I have a large array of data which I have read into a dask dataframe. This data frame has two columns that I believe to be redundant (i.e., have identical values). These columns are string-valued -- they give the names of growth media used for incubating colonies of cells.

I would like to check my hypothesis that the two columns are identical before dropping one of them.

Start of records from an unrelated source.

"""A chain of fluid legs between two points: the pressure along it, and the head that a compound manometer shows."""

from __future__ import annotations

from typing import Any

import numpy as np
import numpy.typing as npt

__all__ = ["chain_pressure", "compound_manometer_head"]

Array = npt.NDArray[Any]


def chain_pressure(
    density: npt.ArrayLike, start: npt.ArrayLike, end: npt.ArrayLike, *, gravity: npt.ArrayLike
) -> Array:
    """Return the pressure at the beginning of a chain of legs less that at its end.

    Parameters
    ----------
    density : (L, ...) array_like
        Density of the fluid in each leg, kg/m³.
    start, end : (L, ...) array_like
        Elevation at which each leg begins and ends above one datum, m.
    gravity : array_like
        Local gravity, m/s².

    Returns
    -------
    ndarray
        Σ ρ_k g (end_k − start_k), Pa. Walked backwards the chain gives the negative.

    References
    ----------
    Hydrostatics: the pressure falls by ρ g for each metre up.

    Examples
    --------
    Water 10 cm, oil of 850 kg/m³ 20 cm, mercury 35 cm below air at 85.6 kPa (Cengel and Cimbala, Fluid Mechanics,
    Ex. 3-6: 130 kPa).

    >>> p = chain_pressure([1000.0, 850.0, 13600.0], [0.1, 0.2, 0.0], [0.0, 0.0, 0.35], gravity=9.81)
    >>> print(f"{85.6 + p / 1000:.1f} kPa")
    129.6 kPa
    """
    rise = np.asarray(end) - np.asarray(start)
    pressure: Array = (np.asarray(density) * rise).sum(axis=0) * np.asarray(gravity)
    return pressure


def compound_manometer_head(
    reading: npt.ArrayLike,
    *,
    tap_elevation: npt.ArrayLike,
    tap_2_elevation: npt.ArrayLike,
    density: npt.ArrayLike,
    leg_density: npt.ArrayLike,
    leg_rise: npt.ArrayLike,
    leg_reading: npt.ArrayLike,
    leg_tap: npt.ArrayLike,
    leg_tap_2: npt.ArrayLike,
) -> Array:
    """Return the head, or the difference of heads, that a chain of legs shows.

    Parameters
    ----------
    reading : array_like
        The first level that is read, m above datum.
    tap_elevation, tap_2_elevation : array_like
        Elevation of the tap where the chain begins and of the one where it ends, m; 0 for the second where the chain
        ends open.
    density : array_like
        Density of the flowing fluid, kg/m³, above 0.
    leg_density : (L, ...) array_like
        Density of the fluid in each leg, kg/m³. A chain that ends open has a last leg of air down to the datum, so
        that its pressure refers to the atmosphere there.
    leg_rise : (L, ...) array_like
        Rise of each leg from its fixed ends and from its levels but the first, m.
    leg_reading, leg_tap, leg_tap_2 : (L, ...) array_like
        How often the first level and the two taps enter the rise of each leg, dimensionless: 1, 0 or −1.

    Returns
    -------
    ndarray
        h₁ − h₂, or h where the chain ends open, m of flowing fluid: Σ (ρ_k/ρ) Δz_k + z₁ − z₂.

    References
    ----------
    `chain_pressure`, with h = z + p/(ρ g) at both ends.

    Examples
    --------
    A u-tube of mercury under water, taps level, read at its two menisci 0.1 m apart: 12.6 times the deflection.

    >>> head = compound_manometer_head(-0.5, tap_elevation=0.0, tap_2_elevation=0.0, density=1000.0,
    ...                                leg_density=[1000.0, 13600.0, 1000.0], leg_rise=[0.0, -0.4, 0.4],
    ...                                leg_reading=[1, -1, 0], leg_tap=[-1, 0, 0], leg_tap_2=[0, 0, 1])
    >>> print(f"{head:.3f}")
    1.260
    """
    upper, lower = np.asarray(tap_elevation), np.asarray(tap_2_elevation)
    rise = (
        np.asarray(leg_rise)
        + np.asarray(leg_reading) * np.asarray(reading)
        + np.asarray(leg_tap) * upper
        + np.asarray(leg_tap_2) * lower
    )
    head: Array = (np.asarray(leg_density) / np.asarray(density) * rise).sum(axis=0) + upper - lower
    return head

The simplest solution I could come up with was the following:

(df['growth_media_1'] == df['growth_media_2']).all().compute()

But this gives me the following error:

ValueError: Mismatched dtypes found in `pd.read_csv`/`pd.read_table`.

+--------+---------+----------+
| Column | Found   | Expected |
+--------+---------+----------+
| input  | float64 | int64    |
| output | float64 | int64    |
+--------+---------+----------+

Usually this is due to dask's dtype inference failing, and
*may* be fixed by specifying dtypes manually by adding:

dtype={'input': 'float64',
       'output': 'float64'}

I thought this might be because there were some NaN's in the columns, so I tried doing .dropna() before the comparison. But that did not fix the problem.

After extensive flailing, I ended up with this arcane mess:

(df['growth_media_1'].dropna() == df['growth_media_2'].dropna()).astype('bool').all().compute()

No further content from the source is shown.